Multiple pathways for primary processing of ribosomal RNA in Escherichia coli

Abstract

A comparison of isogenic RNase III+ and RNase III- strains of Escherichia coli shows that although both synthesize precursor and mature 16 S and 23 S ribosomal RNAs, the transient rRNA species of the RNase III- strain differ from those of the RNase III+ strain. The RNase III+ strain synthesizes p16 and p23 rRNA, whereas the RNase III- strain produces unstable 17 S, 18 S, "p23," 25 S and 30 S RNA molecules.
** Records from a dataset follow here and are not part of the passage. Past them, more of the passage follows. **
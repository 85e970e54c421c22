"""Write an ensemble's summary: DIR/tables/ (CSV and Parquet), DIR/figures/ (PNG) and DIR/summary.json. Each folder
is replaced as a whole (``atomic_folder``); DIR/members/ is never touched here."""

from __future__ import annotations

import math
from pathlib import Path

import pandas as pd

from ..results.writers import atomic_folder
from .figures import ensemble_figures, save_png
from .store import write_json_atomic
from .summary import EnsembleSummary

__all__ = ["write_ensemble_outputs", "TABLE_FILES"]

TABLE_FILES = (
    "members",
    "yearly",
    "capacity",
    "yearly_percentiles",
    "headline_percentiles",
    "tornado",
    "correlations",
)


def _parquet_ready(frame: pd.DataFrame) -> pd.DataFrame:
    """Object columns that mix numbers and text (an absolute input given as paths and numbers) become text."""
    frame = frame.copy()
    for column in frame.columns:
        if frame[column].dtype == object:
            kinds = {
                type(v)
                for v in frame[column]
                if v is not None and not (isinstance(v, float) and math.isnan(v))
            }
            if len(kinds) > 1 and not kinds <= {int, float, bool}:
                frame[column] = frame[column].map(lambda v: None if v is None else str(v))
    return frame


def _clean(value):
    if isinstance(value, float) and not math.isfinite(value):
        return None
    if isinstance(value, dict):
        return {k: _clean(v) for k, v in value.items()}
    return value


def write_ensemble_outputs(
    summary: EnsembleSummary, folder: Path | str | None = None, *, figures: bool = True
) -> list[Path]:
    folder = Path(folder or summary.folder)
    written: list[Path] = []
    frames = {
        "members": summary.members,
        "yearly": summary.yearly,
        "capacity": summary.capacity,
        "yearly_percentiles": summary.yearly_percentiles,
        "headline_percentiles": summary.headline_percentiles,
        "tornado": summary.tornado,
        "correlations": summary.correlations,
    }
    with atomic_folder(folder / "tables") as tmp:
        for name, frame in frames.items():
            if frame is None:
                continue
            frame = _parquet_ready(frame)
            frame.to_csv(tmp / f"{name}.csv", index=False)
            frame.to_parquet(tmp / f"{name}.parquet", index=False)
    written += sorted((folder / "tables").iterdir())
    if figures:
        with atomic_folder(folder / "figures") as tmp:
            for name, fig in ensemble_figures(summary).items():
                save_png(fig, tmp / f"{name}.png")
        written += sorted((folder / "figures").glob("*.png"))
    design = summary.design
    data = {
        "name": design["name"],
        "design": design["design"],
        "base": design["base"],
        "base_hash": design["base_hash"],
        "currency": design.get("currency"),
        "price_year": design.get("price_year"),
        "inputs": {
            label: {k: info[k] for k in ("path", "as", "distribution")}
            for label, info in design["inputs"].items()
        },
        **_clean(summary.stats),
        "headline_percentiles": {
            row["quantity"]: _clean({k: row[k] for k in ("p5", "p25", "p50", "p75", "p95", "mean")})
            for row in summary.headline_percentiles.to_dict("records")
        },
    }
    written.append(write_json_atomic(folder / "summary.json", data))
    return written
The 30 S RNA, which is a primary transcript of the ribosomal RNA gene cluster, does not contribute significantly to any of the smaller RNAs, nor is m23 rRNA derived from 25 S but rather from "p23" RNA. Mature 16 S rRNA is derived from both 18 S and 17 S RNA, and 17 S RNA can be derived from 18 S. Additionally, an unstable RNA species about 300 bases long is missing in the RNase III- strain and another species which seems to be about 50 bases larger appears. Processing of the primary ribosomal RNA transcript in RNase III- strains of Escherichia coli is accomplished during its transcription by two independent pathways which are not so utilized in RNase III+ strains. One pathway yields 18 S and precursor 23 S RNAs which are processed to mature rRNAs; the second pathway yields 25 S RNA and perhaps 16 S rRNA. The second pathway, unlike the first, is inhibited by chloramphenicol treatment. At slow rates of ribosomal RNA synthesis, the nascent transcript is processed preferentially by the first pathway. We suggest that in the absence of RNase III, which is involved in the primary processing of rRNA in E. coli, other enzymes involved in primary and secondary processing of rRNA in RNase III+ cells can recognize their sites on the nascent rRNA transcript and accomplish the primary processing.